Dr Zen's first words* capture the context perfectly. She and Mr Unger have a fixed time of five minutes available for their consultation, with penalties for Dr Zen if they run over. Dr Zen inquires how "we", not "I", can help. Chillingly, it quickly becomes apparent that "we" includes not just Corporation Enterprise but also their industrial sponsor of clinical guidelines and the manufacturer of Ease.

Of course, five minutes is never going to give Dr Zen the opportunity to explore the wealth of possible meanings behind Mr Unger's words "I don't feel well". Like many doctors under pressure, Dr Zen takes the patient's first complaint as the principal one, and limits her attention to that.1 Even using this strategy, it is unlikely that there will be time for much in the way of health promotion during this consultation. This is a pity, as Mr Unger probably consults a doctor rarely, and is at particular risk following his bereavement. And yet Dr Zen, who likes talking with her customers on her taxi shift, tries to encounter Mr Unger as a person.

All good doctors struggle continually to reconcile what have been called the biomechanical and the interpretive aspects of medical practice.2 Who would not wish to be offered care based on the best available scientific evidence?
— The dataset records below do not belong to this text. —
"""The assembly language ("Assembly language in brief" in emu/machines/ref8.md) on
both test machines: numbers, expressions, directives, forward references, operand forms, .expect."""

import ast
import gc
from pathlib import Path

import pytest
from hypothesis import assume, given, settings, strategies as st

import asm
import emu

HERE = Path(__file__).parent
REF8 = emu.load_machine("ref8")
ACC12 = emu.load_machine(HERE / "machines" / "acc12.toml")
FIXTURES = HERE / "asm_fixtures"


def words(text, machine=REF8):
    return asm.assemble_text(text, machine).flat()


def value_of(expr, machine=REF8):
    return asm.assemble_text(f"V = {expr}\n", machine).constants["V"]


# Character codes: ASCII (ANSI X3.4-1986); the escapes are the C set.
@pytest.mark.parametrize("literal, expected", [
    ("42", 42), ("007", 7), ("0x2A", 42), ("0X2a", 42), ("0b101010", 42), ("'A'", 65), ("'*'", 42),
    (r"'\n'", 10), (r"'\t'", 9), (r"'\r'", 13), (r"'\0'", 0), (r"'\\'", 92), (r"'\''", 39), (r"'\"'", 34),
])
def test_number_literals(literal, expected):
    assert value_of(literal) == expected


@pytest.mark.parametrize("expr, expected", [
    ("2 + 3 * 4", 14), ("(2 + 3) * 4", 20), ("1 << 4 | 1", 17), ("0xF0 & 0x3C ^ 0x0F", 0x3F),
    ("-7 / 2", -3), ("-7 % 2", -1), ("7 / -2", -3), ("~0", -1), ("- -5", 5), ("100 >> 2", 25),
    ("lo(0x1234)", 0x34), ("hi(0x1234)", 0x12), ("LO(0xABCD) + Hi(0xABCD)", 0xCD + 0xAB),
])
def test_expression_values(expr, expected):
    # -7 / 2 == -3: division truncates toward zero as in C (ISO C99 §6.5.5)
    assert value_of(expr) == expected


def test_lo_and_hi_split_at_the_machine_word():
    assert value_of("lo(0x123456)", ACC12) == 0x456
    assert value_of("hi(0x123456)", ACC12) == 0x123


_leaf = st.integers(min_value=0, max_value=10_000).map(str)
_ops = st.sampled_from(["+", "-", "*", "&", "|", "^", "<<", ">>"])


@st.composite
def _expressions(draw, depth=3):
    if depth == 0 or draw(st.booleans()):
        return draw(_leaf)
    op = draw(_ops)
    left = draw(_expressions(depth=depth - 1))
    right = draw(_expressions(depth=depth - 1))
    if op in ("<<", ">>"):
        right = str(draw(st.integers(0, 12)))
    return f"({left} {op} {right})"


@settings(max_examples=150, deadline=None)
@given(_expressions())
def test_expressions_agree_with_python(expr):
    # Outside reference: Python's integer operators, which share C's meaning
    # for + - * & | ^ << >> on these operands (Python Language Reference §6).
    assert value_of(expr) == eval(expr)


def _python_value(text):
    """Python's value of an expression, or None where the assembler rightly refuses it: a shift
    count outside 0…64, or a value (the whole or a part) of 256 bits or more."""
    parts = [node for node in ast.walk(ast.parse(text, mode="eval")) if isinstance(node, ast.BinOp)]

    def value(node):
        return eval(compile(ast.Expression(node), "<part>", "eval"))
    if any(isinstance(p.op, (ast.LShift, ast.RShift)) and not 0 <= value(p.right) <= 64 for p in parts):
        return None
    if any(abs(value(p)) >= 1 << 256 for p in parts):
        return None
    return eval(text)


@settings(max_examples=200, deadline=None)
@given(st.integers(0, 10_000), st.lists(st.tuples(_ops, st.integers(0, 12)), max_size=7))
def test_unbracketed_expressions_group_by_precedence_as_in_python(first, rest):
    # Outside reference: Python ranks these operators as C does (* over + - over << >> over &
    # over ^ over |, each group from the left; Python Language Reference §6.17, ISO C99 §6.5).
    text = " ".join([str(first), *(f"{op} {n}" for op, n in rest)])
    expected = _python_value(text)
    assume(expected is not None)
    assert value_of(text) == expected


def test_the_cycle_collector_rests_while_a_long_program_is_assembled():
    """Its walks over the assembly's many live objects made long programs cost more per line.
    Each collection counts (the interpreter's gc.callbacks); the caller's setting comes back."""
    program = "".join(f"k{i} = {i} + 1\n" for i in range(20_000)) + "nop\n"
    collections = []

    def count(phase, _info):
        if phase == "start":
            collections.append(1)
    gc.callbacks.append(count)
    try:
        asm.assemble_text(program, REF8)
        assert gc.isenabled() and len(collections) <= 2      # one as it comes back on, at most
        gc.disable()
        collections.clear()
        asm.assemble_text(program, REF8)
        assert not gc.isenabled() and collections == []
    finally:
        gc.enable()
        gc.callbacks.remove(count)


def test_an_assembly_leaves_no_reference_cycle_that_grows_with_the_program():
    """Freed by reference counting as soon as it ends, not kept (with every record of both
    passes) until the cycle collector comes round; gc.collect() counts what only it can free."""
    def cyclic_garbage(lines):
        program = "".join(f"l{i}: ld r1, [l{i}]\n.byte {i % 200}\n" for i in range(lines)) + "halt\n"
        gc.collect()
        gc.disable()
        try:
            asm.assemble_text(program, REF8)
            return gc.collect()
        finally:
            gc.enable()
    assert cyclic_garbage(2000) == cyclic_garbage(10)


def test_forward_references_and_dollar():
    program = asm.assemble_text("""
        jmp end
        .word end, $
here:   .byte lo(end), hi(end), $ - here
end:    halt
    """, REF8)
    # jmp end = 08 lo hi; end is at 3 + 4 + 3 = 10; $ is the statement's own address
    assert program.flat() == [0x08, 10, 0, 10, 0, 3, 0, 10, 0, 0, 0x01]
    assert program.labels == {"here": 7, "end": 10}


def test_directives_build_the_expected_words():
    program = asm.assemble_text("""
        .org 0x10
        .byte "Hi\\n", -1, 'z'
        .word 0xBEEF
        .zero 3
SIZE    = 4
        .equ TWICE, SIZE * 2
        .byte TWICE
    """, REF8)
    assert program.segments == [(0x10, [72, 105, 10, 255, 122, 0xEF, 0xBE, 0, 0, 0, 8])]
    assert program.constants == {"SIZE": 4, "TWICE": 8}


def test_mnemonics_registers_and_directives_ignore_case_labels_do_not():
    upper = words("START: LI R3, 7\n .BYTE 1\n JMP START\n")
    lower = words("START: li r3, 7\n .byte 1\n jmp START\n")
    assert upper == lower == [0x1B, 7, 1, 0x08, 0, 0]
    program = asm.assemble_text("a: nop\nA: nop\njmp A\n", REF8)
    assert program.labels == {"a": 0, "A": 1}


def test_literal_forms_win_over_expression_forms():
    # ld rd, [x] is one word; ld rd, [addr] would be three
    assert words("ld r2, [x]\nst [x], r1\njmp x\nli x, 0x1234\nli sp, 0x0100\n") == [
        0x32, 0x39, 0x03, 0x06, 0x34, 0x12, 0x07, 0x00, 0x01]
    assert words("ld r2, [0x1234]\n") == [0x22, 0x34, 0x12]


def test_register_and_immediate_forms():
    assert words("add r1, r2\nadd r1, 2\n") == [0xA0, 0x0A, 0xC1, 2]
    assert words("li r0, -128\nli r0, 255\n") == [0x18, 0x80, 0x18, 0xFF]


def test_pause_is_the_machine_pause_instruction_and_a_checkpoint():
    program = asm.assemble_text("nop\npause\nhalt\n", REF8)
    assert program.flat() == [0x00, 0x01, 0x01]
    assert program.pauses == [1]
    program = asm.assemble_text("skip\npause\n", ACC12)
    assert program.flat() == [0x000, 0xF00]
    assert program.pauses == [1]


def test_expects_attach_to_the_nearest_halt_above():
    program = asm.assemble_text("""
        li r0, 5
        halt
        .expect r0 == 5, x != 0x1234, sp == 0
        nop
        pause
        .expect [buf + 1] == 'b', out == "ok\\n", lamps != 0, c == 1, r1 == -1
buf:    .byte "ab"
    """, REF8)
    got = [(e.address, e.line, e.item, e.op, e.value, e.memory_address) for e in program.expects]
    assert got == [
        (2, 4, "r0", "==", 5, None), (2, 4, "x", "!=", 0x1234, None), (2, 4, "sp", "==", 0, None),
        (4, 7, "mem", "==", 98, 6), (4, 7, "out", "==", "ok\n", None), (4, 7, "lamps", "!=", 0, None),
        (4, 7, "c", "==", 1, None), (4, 7, "r1", "==", 255, None),
    ]
    assert program.expects[3].text == "[buf + 1] == 98"


def test_expects_on_acc12_use_its_own_names():
    program = asm.assemble_text("stop\n.expect acc == 4095, lk == 0, zf != 1, pc == 1\n", ACC12)
    assert [(e.item, e.value) for e in program.expects] == [("acc", 4095), ("lk", 0), ("zf", 1), ("pc", 1)]


def test_include_is_relative_to_the_including_file():
    program = asm.assemble_file(FIXTURES / "blink.asm", REF8)
    assert program.constants == {"START": 1, "STOP": 4, "LAMPS": 1}
    assert program.flat()[:2] == [0x18, 1]
    files = [Path(f).name for f in program.sources]
    assert files == ["blink.asm", "consts.inc"]


def test_acc12_program_words():
    program = asm.assemble_text("""
        load n
        plus n
        store n
        set -1
        put 1
        stop
n:      .byte 0xABC
        .word 0x123456
    """, ACC12)
    assert program.flat() == [0x106, 0x306, 0x206, 0x9FF, 0xA01, 0xF00, 0xABC, 0x456, 0x123]


def test_segments_are_sorted_and_separate():
    program = asm.assemble_text(".org 0x20\nnop\n.org 0x10\nhalt\nnop\n", REF8)
    assert program.segments == [(0x10, [1, 0]), (0x20, [0])]
    assert program.image() == {0x10: 1, 0x11: 0, 0x20: 0}
    assert program.source_map == {0x10: ("<input>", 4), 0x11: ("<input>", 5), 0x20: ("<input>", 2)}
Symptom checklists, diagnostic algorithms and evidence-based guidelines provide the basis for optimising health outcomes. Furthermore, we cannot ignore the pressures of time. Even in private practice, every extra minute spent with one particular patient is a minute lost for others in the waiting room.

There is more to care, however, than the efficient optimisation of outcomes. As doctors, by listening to the patient's story we help to clarify and define their distress. By responding empathically we validate it. By exploring and discussing their symptoms we help elaborate their understanding of their bodies, and hence of themselves. Through diagnosis we provide the patient and their family with a vocabulary for their suffering, helping to integrate the illness story into their life narrative. And when we offer a prognosis and treatment, we provide elements of the plot for the patient's story of their future. Doctors who work in primary care, like Dr Zen, have an additional function, that of working with the patient to define what is to be classified as illness — and hence treated as a health problem — and what is to be regarded as one of the vicissitudes of life.3 Much mischief can arise when patients and their doctors get this distinction wrong.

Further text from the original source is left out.